Global pattern of short‐term concurrent hot and dry extremes and its relationship to large‐scale climate indices

Abstract The short‐term concurrent hot and dry extreme (SCHDE) event has recently stimulated intensive scientific interests due to its rapid onset, severe intensity, and devastating impacts on agriculture and natural ecosystems. The SCHDE is mainly caused by an increase in actual evapotranspiration (ET) accompanied with a decrease in soil moisture (SM) due to anomalously high surface temperature ( T air ). Based on the daily datasets of precipitation ( P ), T air , ET, and SM from four global modelling products as well as large‐scale climate indices, we analyse globally the spatio‐temporal evolution of SCHDE events at both grid and basin scales. Results indicate that SCHDE events occur mostly in Northern Hemisphere regions with relatively low P . During 1980–2010, due to significant global warming (0.30°C·decade −1 ) the global mean occurrence frequency of SCHDE has an increasing trend (0.34%·decade −1 ) along with a weakly decreasing trend of SM (~−0.08%·decade −1 ) and a significantly increasing trend of ET (~8.34 mm·decade −1 ). Overall, North America and Asia have a higher frequency of SCHDE occurrence than other continents.

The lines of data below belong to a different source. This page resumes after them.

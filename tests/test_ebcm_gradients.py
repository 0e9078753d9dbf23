"""Autograd-differentiable EBCM T-matrices (chiropt.particles.ebcm) and the spherical
Bessel primitive (chiropt.particles._spherical_bessel)."""

import math

import autograd.numpy as anp
import numpy as np
import pytest
import scipy.special as sps
from autograd import grad

from chiropt.multipole.tmatrix import sphere_tmatrix
from chiropt.sphericalwaves import mode_table, planewave_coefficients
from chiropt.particles import ebcm
from chiropt.particles._spherical_bessel import spherical_bessel, spherical_bessel_derivative

NM = 1e-9

# ------------------------------------------------------------------ Bessel primitive

BESSEL_POINTS = [0.3, 2.7, 8.0, 1.2 + 0.4j, 3.5 + 0.05j, 0.8 + 2.0j, 12.0 + 1.0j]


@pytest.mark.parametrize("kind", ["j", "y"])
@pytest.mark.parametrize("z", BESSEL_POINTS)
@pytest.mark.parametrize("derivative", [False, True])
def test_bessel_values_are_scipy(kind, z, derivative):
    # the primitive only wraps scipy.special (reference library)
    n = np.arange(0, 9)
    ref = (sps.spherical_jn if kind == "j" else sps.spherical_yn)(n, z, derivative=derivative)
    assert np.array_equal(spherical_bessel(z, n, kind, derivative), ref)


def _fd(f, t0, h=1e-6):
    return (f(t0 + h) - f(t0 - h)) / (2 * h)


@pytest.mark.parametrize("kind", ["j", "y"])
@pytest.mark.parametrize("z", BESSEL_POINTS)
@pytest.mark.parametrize("n", [0, 1, 2, 5, 8])
def test_bessel_gradient_vs_finite_differences_and_recurrence(kind, z, n):
    # along a direction d in the complex plane, d/dt z_n(z + t d) = z_n'(z) d
    # (holomorphic); autograd of the real and imaginary parts against central finite
    # differences (common practice, no source) and against the other recurrence
    # z_n' = (n/z) z_n - z_{n+1} (DLMF 10.51.2), independent of the one the primitive uses
    fn = sps.spherical_jn if kind == "j" else sps.spherical_yn
    exact = n / z * fn(n, z) - fn(n + 1, z)
    if n == 0:
        exact = -fn(1, z)                                   # DLMF 10.51.3
    np.testing.assert_allclose(spherical_bessel_derivative(z, np.array(n), kind), exact,
                               rtol=1e-12, atol=1e-14 * abs(fn(n, z)))
    scale = max(abs(exact), 1e-300)
    for d in ((1.0, 1j) if isinstance(z, complex) else (1.0,)):
        for part in (anp.real, anp.imag):
            def f(t, d=d, part=part):
                return part(spherical_bessel(z + t * d, n, kind))
            g = grad(f)(0.0)
            assert abs(g - part(exact * d)) < 1e-11 * scale
            assert abs(g - _fd(f, 0.0, 1e-6 * max(1.0, abs(z)))) < 1e-7 * scale


@pytest.mark.parametrize("kind", ["j", "y"])
@pytest.mark.parametrize("z", BESSEL_POINTS)
@pytest.mark.parametrize("n", [0, 1, 4])
def test_bessel_derivative_primitive_gradient(kind, z, n):
    # d/dz z_n' = z_n'' from the spherical Bessel equation (DLMF 10.47.1), checked
    # against central finite differences of scipy's z_n' (reference library)
    fn = sps.spherical_jn if kind == "j" else sps.spherical_yn
    exact = -2 / z * fn(n, z, derivative=True) - (1 - n * (n + 1) / z ** 2) * fn(n, z)
    scale = max(abs(exact), abs(fn(n, z)))
    for part in (anp.real, anp.imag):
        def f(t, part=part):
            return part(spherical_bessel(z + t, n, kind, True))
        g = grad(f)(0.0)
        assert abs(g - part(exact)) < 1e-11 * scale
        assert abs(g - _fd(f, 0.0, 1e-6 * max(1.0, abs(z)))) < 1e-7 * scale


def test_bessel_broadcasting_vjp_sums_over_orders():
    # x (Q, 1) against orders (K,): the reverse pass sums over the order axis
    x = np.array([[0.7], [1.9 + 0.2j]])
    n = np.array([1, 2, 3])

    def f(s):
        return anp.real(anp.sum(spherical_bessel(s * x, n, "j")))

    ref = np.sum(np.real(x * (sps.spherical_jn(n, x, derivative=True))))   # scipy
    assert grad(f)(1.0) == pytest.approx(ref, rel=1e-12)


def test_sphere_limit_and_mirror_zeros():
    # sphere_tmatrix = diag(-a_l, -b_l) (Bohren & Huffman; miepython-checked in test_mie.py)
    k, mr = np.array([1.0, 1.2]), np.array([2.0 + 0.5j, 2.0 + 0.5j])
    T = ebcm.spheroid_tmatrix(k, mr, 1.1, 1.1, 4)
    assert np.abs(T - sphere_tmatrix(k * 1.1, mr, 4)).max() < 1e-12
    # docs/theory.md §4 selection rules, enforced as exact zeros
    T = ebcm.cylinder_tmatrix(k, mr, 0.8, 0.5, 4)
    tau, ls, ms = mode_table(4)
    same = tau[:, None] == tau[None, :]
    odd = (ls[:, None] + ls[None, :]) % 2 == 1
    forbidden = np.where(same, odd, ~odd) | (ms[:, None] != ms[None, :])
    assert np.all(T[:, forbidden] == 0)
    assert np.all(T[:, ~forbidden] != 0)


# ------------------------------------------------------------------ gradients


LMAX = 2


def _label(t, l, m):
    tau, ls, ms = mode_table(LMAX)
    return int(np.flatnonzero((tau == t) & (ls == l) & (ms == m))[0])


# allowed entries (row, column) as (tau, l, m): N10-N10, M21-M21 (diagonal), N11-M21 and
# M1-1-N2-1 (cross-type, l + l' odd; docs/theory.md §4 selection rules)
ENTRIES = [(_label(0, 1, 0), _label(0, 1, 0)), (_label(1, 2, 1), _label(1, 2, 1)),
           (_label(0, 1, 1), _label(1, 2, 1)), (_label(1, 1, -1), _label(0, 2, -1))]
NAMES = ["size1_nm", "size2_nm", "wavelength_nm", "n_re", "n_im"]
N_HOST = 1.33
K_HAT = np.array([math.sin(0.7) * math.cos(0.3), math.sin(0.7) * math.sin(0.3),
                  math.cos(0.7)])
_S = np.cross(K_HAT, [0, 0, 1.0]) / np.linalg.norm(np.cross(K_HAT, [0, 0, 1.0]))
E0 = (_S + 1j * np.cross(_S, K_HAT)) / math.sqrt(2)
E_INC = planewave_coefficients(K_HAT, E0, LMAX)

# (shape, p0 = [size1, size2, wavelength, Re n, Im n], nmax, n_quad, rtol):
# spheroid a, c; cylinder radius, height. rtol 1e-6 for both; measured agreement at the
# 1e-5 step: spheroids ~2e-9, cylinders ~2e-8 (the gradient is that of the discrete
# method at fixed orders and node split, so finite differences converge to it; the
# cylinder's larger residual is finite-difference round-off from its worse-conditioned Q)
GRAD_CASES = [
    ("spheroid", [90.0, 60.0, 700.0, 3.6, 0.02], 10, 100, 1e-6),
    ("spheroid", [50.0, 110.0, 600.0, 2.0, 0.3], 10, 100, 1e-6),
    ("cylinder", [100.0, 120.0, 750.0, 3.7, 0.01], 14, 160, 1e-6),
    ("cylinder", [60.0, 200.0, 650.0, 2.0, 0.1], 14, 160, 1e-6),
]


def _outputs(shape, p, nmax, n_quad):
    """Selected T entries (Re, Im) at the second wavelength and the orientation-fixed
    extinction summed over the two wavelengths [nm^2]."""
    s1, s2, wl, nre, nim = p[0] * NM, p[1] * NM, p[2] * NM, p[3], p[4]
    k = 2 * math.pi * N_HOST / (wl * np.array([1.0, 1.15]))
    m = (nre + 1j * nim) / N_HOST * np.ones(2)
    T = getattr(ebcm, f"{shape}_tmatrix")(k, m, s1, s2, LMAX, nmax=nmax, n_quad=n_quad)
    vals = []
    for i, j in ENTRIES:
        vals += [anp.real(T[1, i, j]), anp.imag(T[1, i, j])]
    # C_ext = -Re(e^H T e)/k^2 (optical theorem in the T-matrix form used by
    # tests/test_ebcm.py::test_optical_theorem; Bohren & Huffman 1983 §3.4)
    f = anp.einsum("wij,j->wi", T, E_INC)
    c_ext = -anp.real(anp.sum(anp.conj(E_INC) * f, axis=-1)) / k ** 2
    vals.append(anp.sum(c_ext) / NM ** 2)
    return vals


@pytest.fixture(scope="module", params=GRAD_CASES, ids=lambda c: f"{c[0]}-{c[1][0]:g}")
def grad_case(request):
    shape, p0, nmax, nq, rtol = request.param
    p0 = np.array(p0)
    n_out = len(_outputs(shape, p0, nmax, nq))
    ad = np.array([grad(lambda p, i=i: _outputs(shape, p, nmax, nq)[i])(p0)
                   for i in range(n_out)])                           # (outputs, params)
    fd = np.empty_like(ad)
    for q in range(len(p0)):
        h = 1e-5 * max(abs(p0[q]), 0.1)
        e = np.zeros(len(p0))
        e[q] = h
        fd[:, q] = (np.array(_outputs(shape, p0 + e, nmax, nq))
                    - np.array(_outputs(shape, p0 - e, nmax, nq))) / (2 * h)
    return shape, ad, fd, rtol


@pytest.mark.parametrize("q", range(len(NAMES)), ids=NAMES)
def test_gradients_vs_central_finite_differences(grad_case, q):
    # central finite differences, step 1e-5 relative (common practice, no source); per
    # output, error relative to the largest |derivative| of that output over the five
    # parameters scaled to unit relative change (so all parameters are comparable)
    shape, ad, fd, rtol = grad_case
    assert np.all(np.isfinite(ad))
    err = np.abs(ad[:, q] - fd[:, q])
    assert np.all(err <= rtol * np.abs(fd).max(axis=1) + 1e-300), (shape, NAMES[q], err)


def test_extinction_gradient_relative_accuracy(grad_case):
    # the extinction row alone, per parameter relative error (central FD, common practice)
    shape, ad, fd, rtol = grad_case
    ext_ad, ext_fd = ad[-1], fd[-1]
    big = np.abs(ext_fd) > 1e-3 * np.abs(ext_fd).max()
    np.testing.assert_allclose(ext_ad[big], ext_fd[big], rtol=rtol)


def test_cylinder_nodes_move_with_edge_angle():
    # d theta_c / d radius = 2 H / (H^2 + 4 a^2) (derivative of atan(2a/H)); the first
    # face node sits at theta_c (1 + x_0)/2 with x_0 the first Gauss node on [-1, 1]
    a, h, nq = 0.7, 1.1, 80
    counts0 = round(nq * a / (2 * a + h))
    x0 = np.polynomial.legendre.leggauss(max(8, counts0))[0][-1]
    g = grad(lambda r: ebcm.cylinder_surface(r, h, nq)[0][max(8, counts0) - 1])(a)
    assert g == pytest.approx(2 * h / (h * h + 4 * a * a) * (1 + x0) / 2, rel=1e-12)


def test_classes_differentiable_in_size_and_index():
    # the protocol classes pass traced sizes and indices through (no detaching)
    wl = np.array([600.0, 700.0]) * NM
    k = 2 * math.pi * N_HOST / wl

    def f(p):
        cyl = ebcm.Cylinder(radius=p[0] * NM, height=p[1] * NM,
                               index=(p[2] + 0.02j) * np.ones(2), n_host=N_HOST,
                               nmax=12, n_quad=120)
        spd = ebcm.Spheroid(a=p[0] * NM, c=p[1] * NM, index=(p[2] + 0.02j) * np.ones(2),
                               n_host=N_HOST, nmax=10, n_quad=80)
        return anp.real(anp.sum(cyl.tmatrix(k, 1)) + anp.sum(spd.tmatrix(k, 1)))

    p0 = np.array([80.0, 100.0, 3.8])
    g = grad(f)(p0)
    fd = np.array([_fd(lambda t, i=i: f(p0 + t * np.eye(3)[i]), 0.0, 1e-4) for i in range(3)])
    np.testing.assert_allclose(g, fd, rtol=1e-6, atol=1e-6 * np.abs(fd).max())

The variability of T air is mainly responsible for the variability of SCHDE occurrence over the equator regions, while the variability of ET (SM) plays an important role in SCHDE occurrence variability in the cropland‐dominant (mid‐ and high‐latitude) regions. Globally, the relative contribution of T air to SCHDE variability is the largest, followed by ET and SM. Lastly, we found that the cold phases of the Pacific Decadal Oscillation during the La Niña events (i.e., negative Multivariate ENSO Index) are conducive to the intensification of SCHDE events in southern South America and Australia.